Sich selber lieben, so wie man ist. Ohne dass man etwas (für andere) tut oder nicht tut. Unabhängig von Leistung, Engagement, Aussehen, … Bedingungslose Liebe?!

Letztlich waren es verschiedene (teilweise auch sehr persönliche) Erkenntnisse, die mir durch diese „neue Sichtweise“ aufgingen. Viele Erfahrungen habe ich auch Dank und mithilfe meiner kleinen und grossen Klienten sammeln können.

Einige möchte ich hier aufzeigen:

  1. Wir (viele Menschen) schöpfen unseren Selbstwert sehr oft aus unserer Leistung und direkten Rückmeldungen anderer Menschen. Sind wir nicht oder wenig erfolgreich oder kriegen wir kein oder zu wenig Feedback leiden wir. Es ist daher umso wichtiger, dass wir unseren Wert unabhängig von Erfolg und Leistung kennen! Jeder Mensch ist so wie er ist wertvoll!
  2. Mit sich selber zufrieden und stolz zu sein, unabhängig von Leistung (Arbeit, Erfolg) gelingt vielen Erwachsenen unserer Zeit eher schlecht.
  3. Wir können daran „arbeiten“ (auch das ist Arbeit! Aber eine innerliche, selbstbezogene Arbeit) sich selber anzunehmen und stolz auf sich selber zu sein.
  4. Auch wenn man es selber (zunächst) nicht glauben kann, es ändert sich bereits etwas, wenn man es immer wieder (z.B. als inneres Mantra jeden Abend im Bett) ausspricht und daran denkt. Auch das Aufschreiben von schönen Erlebnissen und persönlichen Erfolgen macht stolz und glücklich. Die Kraft der Positiven Psychologie ist im Buch „Flourish – Wie Menschen aufblühen: Die Positive Psychologie des gelingenden Lebens*“ von Martin Seligman gut beschrieben.
  5. Wenn man hartnäckig daran arbeitet, gegen selbstkritische Stimmen ankämpft und all das positive an sich selber hervorhebt, wird sich etwas ändern.
  6. Das Lebensgefühl ist bedeutend besser.
  7. Und: Man kann sich auch dann selber lieben, wenn man als Kind kaum je positive oder bedingungslose Wertschätzung (C. Rogers) bekommen hat. Hilfreich kann sein, wenn man als erwachsene Person zuerst das eigene innere Kind (Bedürfnis nach Zuwendung) in sich annimmt und lieb gewinnt. Oder wenn man die Liebe von anderen Menschen erfährt und weiss, dass man darauf vertrauen darf.

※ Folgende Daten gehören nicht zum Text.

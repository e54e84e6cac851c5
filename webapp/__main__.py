"""``python -m webapp`` runs the ``rondo`` command."""

import sys

from .cli import main

sys.exit(main())
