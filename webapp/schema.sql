-- Migration step 1: the first schema of Rondo's laptop database.
-- Times of day are whole minutes after local midnight; dates are ISO 'YYYY-MM-DD';
-- weekdays are ISO minus one (0 = Monday .. 6 = Sunday); positions are WGS-84 degrees.

-- The rep's settings: exactly one row.
CREATE TABLE settings (
    id              INTEGER PRIMARY KEY CHECK (id = 1),
    rep_name        TEXT    NOT NULL DEFAULT '',
    home_label      TEXT    NOT NULL DEFAULT 'Home',
    home_lat        REAL    CHECK (home_lat BETWEEN -90 AND 90),
    home_lon        REAL    CHECK (home_lon BETWEEN -180 AND 180),
    day_start_min   INTEGER NOT NULL DEFAULT 480 CHECK (day_start_min BETWEEN 0 AND 1440),
    day_end_min     INTEGER NOT NULL DEFAULT 1080 CHECK (day_end_min BETWEEN 0 AND 1440),
    break_min       INTEGER NOT NULL DEFAULT 0 CHECK (break_min BETWEEN 0 AND 480),
    break_from_min  INTEGER NOT NULL DEFAULT 720 CHECK (break_from_min BETWEEN 0 AND 1440),
    break_until_min INTEGER NOT NULL DEFAULT 840 CHECK (break_until_min BETWEEN 0 AND 1440),
    speed_kmh       REAL    NOT NULL DEFAULT 50 CHECK (speed_kmh > 0),
    detour_factor   REAL    NOT NULL DEFAULT 1.3 CHECK (detour_factor >= 1),
    distance_mode   TEXT    NOT NULL DEFAULT 'geodesic'
                            CHECK (distance_mode IN ('geodesic', 'great-circle')),
    objective       TEXT    NOT NULL DEFAULT 'km' CHECK (objective IN ('km', 'return')),
    time_zone       TEXT    NOT NULL DEFAULT 'UTC',
    time_limit_s    REAL    NOT NULL DEFAULT 20 CHECK (time_limit_s > 0),
    is_demo         INTEGER NOT NULL DEFAULT 0 CHECK (is_demo IN (0, 1)),
    CHECK ((home_lat IS NULL) = (home_lon IS NULL))
);
INSERT INTO settings (id) VALUES (1);

CREATE TABLE clients (
    id          INTEGER PRIMARY KEY,
    name        TEXT    NOT NULL UNIQUE COLLATE NOCASE CHECK (length(trim(name)) > 0),
    lat         REAL    NOT NULL CHECK (lat BETWEEN -90 AND 90),
    lon         REAL    NOT NULL CHECK (lon BETWEEN -180 AND 180),
    visit_min   INTEGER NOT NULL CHECK (visit_min BETWEEN 1 AND 720),
    notes       TEXT    NOT NULL DEFAULT '',
    active      INTEGER NOT NULL DEFAULT 1 CHECK (active IN (0, 1)),
    created_at  TEXT    NOT NULL DEFAULT (strftime('%Y-%m-%dT%H:%M:%SZ', 'now')),
    updated_at  TEXT    NOT NULL DEFAULT (strftime('%Y-%m-%dT%H:%M:%SZ', 'now'))
);

-- Opening hours: a weekday with rows here only receives visits starting inside them;
-- a weekday in client_closed_days receives none; any other weekday, any time.
CREATE TABLE client_windows (
    client_id   INTEGER NOT NULL REFERENCES clients (id) ON DELETE CASCADE,
    weekday     INTEGER NOT NULL CHECK (weekday BETWEEN 0 AND 6),
    start_min   INTEGER NOT NULL CHECK (start_min BETWEEN 0 AND 1440),
    end_min     INTEGER NOT NULL CHECK (end_min BETWEEN start_min AND 1440),
    PRIMARY KEY (client_id, weekday, start_min)
);

CREATE TABLE client_closed_days (
    client_id   INTEGER NOT NULL REFERENCES clients (id) ON DELETE CASCADE,
    weekday     INTEGER NOT NULL CHECK (weekday BETWEEN 0 AND 6),
    PRIMARY KEY (client_id, weekday)
);

-- A drive the rep measured, one direction; NULL client id = home.
CREATE TABLE drive_entries (
    id              INTEGER PRIMARY KEY,
    from_client_id  INTEGER REFERENCES clients (id) ON DELETE CASCADE,
    to_client_id    INTEGER REFERENCES clients (id) ON DELETE CASCADE,
    km              REAL CHECK (km >= 0),
    minutes         REAL CHECK (minutes >= 0),
    updated_at      TEXT NOT NULL DEFAULT (strftime('%Y-%m-%dT%H:%M:%SZ', 'now')),
    CHECK (km IS NOT NULL OR minutes IS NOT NULL),
    CHECK (ifnull(from_client_id, 0) <> ifnull(to_client_id, 0))
);
CREATE UNIQUE INDEX drive_entries_pair
    ON drive_entries (ifnull(from_client_id, 0), ifnull(to_client_id, 0));

-- One plan per date: the visits the rep chose for it.
CREATE TABLE day_plans (
    id          INTEGER PRIMARY KEY,
    plan_date   TEXT    NOT NULL UNIQUE CHECK (plan_date GLOB '[0-9][0-9][0-9][0-9]-[0-9][0-9]-[0-9][0-9]'),
    created_at  TEXT    NOT NULL DEFAULT (strftime('%Y-%m-%dT%H:%M:%SZ', 'now')),
    updated_at  TEXT    NOT NULL DEFAULT (strftime('%Y-%m-%dT%H:%M:%SZ', 'now'))
);

CREATE TABLE plan_choices (
    plan_id     INTEGER NOT NULL REFERENCES day_plans (id) ON DELETE CASCADE,
    client_id   INTEGER NOT NULL REFERENCES clients (id),
    added_late  INTEGER NOT NULL DEFAULT 0 CHECK (added_late IN (0, 1)),
    PRIMARY KEY (plan_id, client_id)
);

-- Every solve of a plan, kept so a plan can be explained later: what went in
-- (inputs_json: settings, clients, matrix, start) and what came out.
CREATE TABLE plan_solves (
    id              INTEGER PRIMARY KEY,
    plan_id         INTEGER NOT NULL REFERENCES day_plans (id) ON DELETE CASCADE,
    kind            TEXT    NOT NULL CHECK (kind IN ('day', 'replan')),
    solved_at       TEXT    NOT NULL DEFAULT (strftime('%Y-%m-%dT%H:%M:%SZ', 'now')),
    feasible        INTEGER NOT NULL CHECK (feasible IN (0, 1)),
    proven_optimal  INTEGER NOT NULL CHECK (proven_optimal IN (0, 1)),
    objective       TEXT    NOT NULL,
    lower_bound     REAL,
    gap             REAL,
    seconds         REAL    NOT NULL,
    method          TEXT    NOT NULL,
    start_min       REAL,
    return_min      REAL,
    total_km        REAL,
    total_drive_min REAL,
    total_wait_min  REAL,
    inputs_json     TEXT    NOT NULL,
    result_json     TEXT    NOT NULL
);

-- The solved order with its times, one row a visit.
CREATE TABLE planned_visits (
    solve_id    INTEGER NOT NULL REFERENCES plan_solves (id) ON DELETE CASCADE,
    seq         INTEGER NOT NULL CHECK (seq >= 1),
    client_id   INTEGER NOT NULL REFERENCES clients (id),
    arrive_min  REAL    NOT NULL,
    wait_min    REAL    NOT NULL,
    start_min   REAL    NOT NULL,
    depart_min  REAL    NOT NULL,
    leg_km      REAL    NOT NULL,
    leg_min     REAL    NOT NULL,
    locked      INTEGER NOT NULL DEFAULT 0 CHECK (locked IN (0, 1)),
    PRIMARY KEY (solve_id, seq)
);

-- What actually happened.
CREATE TABLE visits_done (
    plan_id       INTEGER NOT NULL REFERENCES day_plans (id) ON DELETE CASCADE,
    client_id     INTEGER NOT NULL REFERENCES clients (id),
    arrived_min   INTEGER NOT NULL CHECK (arrived_min BETWEEN 0 AND 1440),
    departed_min  INTEGER NOT NULL CHECK (departed_min BETWEEN arrived_min AND 1440),
    recorded_at   TEXT    NOT NULL DEFAULT (strftime('%Y-%m-%dT%H:%M:%SZ', 'now')),
    PRIMARY KEY (plan_id, client_id)
);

Wie lernt man sich selbst zu lieben?

Heute, als Mutter wird mir die Bedeutung dieser Worte bewusster denn je. Einerseits weil ich mir nichts mehr wünsche, als dass sich meine eigenen Kinder toll finden und sich selber annehmen können.

Andererseits weil ich mir auch meiner Vorbildhaltung sehr bewusst bin. Man kann nicht Wein predigen und Wasser trinken (wenn ich mir erlauben darf eine weitere biblische Redewendung anzufügen).